A research group led by Professor Hiroyuki Kitagawa of the Center for Computational Sciences, University of Tsukuba estimates unknown labels from attribute labels such as age and gender of nodes (users) in big data analysis of networks in social networks (hereinafter referred to as SNS). Develop technology.It was announced at the 2016 SIAM International Conference on Data Mining held in the United States.
With the progress of information technology, the amount of data that flies in society is increasing explosively.Under such circumstances, the utilization of big data is strongly demanded, and in particular, how to utilize network data containing a lot of useful information is emphasized.
For example, in SNS, the age and place of residence of the corresponding user can be given as "attribute labels" to each node, but some nodes do not clearly indicate them.In order to search for label information that is important supplementary information for linking the contents of a node, "label estimation" that estimates an unknown label from a known label in network data is required, and various types have been used so far. Methods have been developed.However, there is a problem that these cannot be applied to network data in which nodes with different labels are easily connected to each other.

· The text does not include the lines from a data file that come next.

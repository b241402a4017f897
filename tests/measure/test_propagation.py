"""Pauli propagation against dense state-vector algebra and stim's unitaries."""

import numpy as np
import pytest

from hamiltonians.pauli import PauliExpansion
from manybody.measure.ensembles import GlobalEnsemble, LocalEnsemble, ShallowEnsemble
from manybody.measure.paulis import pauli_codes
from manybody.measure.propagation import snapshot_values
from tests.helpers import chain, dense_unitary

N = 6
STRINGS = ["XIIIII", "IYZIII", "ZIIIXI", "IXYZXI", "YYYYYY", "IIIZIZ"]


@pytest.mark.parametrize("ens", [LocalEnsemble(N), ShallowEnsemble(N, 1, chain(N)),
                                 ShallowEnsemble(N, 3, chain(N)), GlobalEnsemble(N)],
                         ids=["local", "shallow1", "shallow3", "global"])
def test_snapshot_values_match_dense(ens):
    rng = np.random.default_rng(21)
    settings = ens.draw(12, rng)
    outcomes = rng.integers(0, 2, size=(12, N), dtype=np.uint8)
    index = np.arange(12)
    weights = 2 ** np.arange(N - 1, -1, -1)
    for s in STRINGS:
        ours = snapshot_values(pauli_codes(s), ens, settings, index, outcomes)
        p = PauliExpansion.from_strings(s).to_dense()
        for k in range(12):
            u = dense_unitary(ens, settings, k)
            b = int(outcomes[k] @ weights)
            ref = (u @ p @ u.conj().T)[b, b]
            assert abs(ref.imag) < 1e-9 and np.isclose(ref.real, ours[k], atol=1e-9)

In the method proposed this time, as a basic idea, in addition to the conventional "ratio", "absolute number" is also taken into consideration, and a clue of the amount proportional to "reliability" is transmitted to the surroundings to estimate the label.As a result, the amount of clues (reliability) from neighboring nodes can be taken into consideration, and network data in which nodes with different labels can easily connect can be handled.According to the experimental results, the proposed method shows higher accuracy than the mainstream ones so far.
By introducing the concept of "reliability" into the conventional estimation process, more accurate label estimation becomes possible in this research result.In the future, it is expected to become an innovative technology for estimating user attributes when considering the cooperation and utilization with big data in the real world.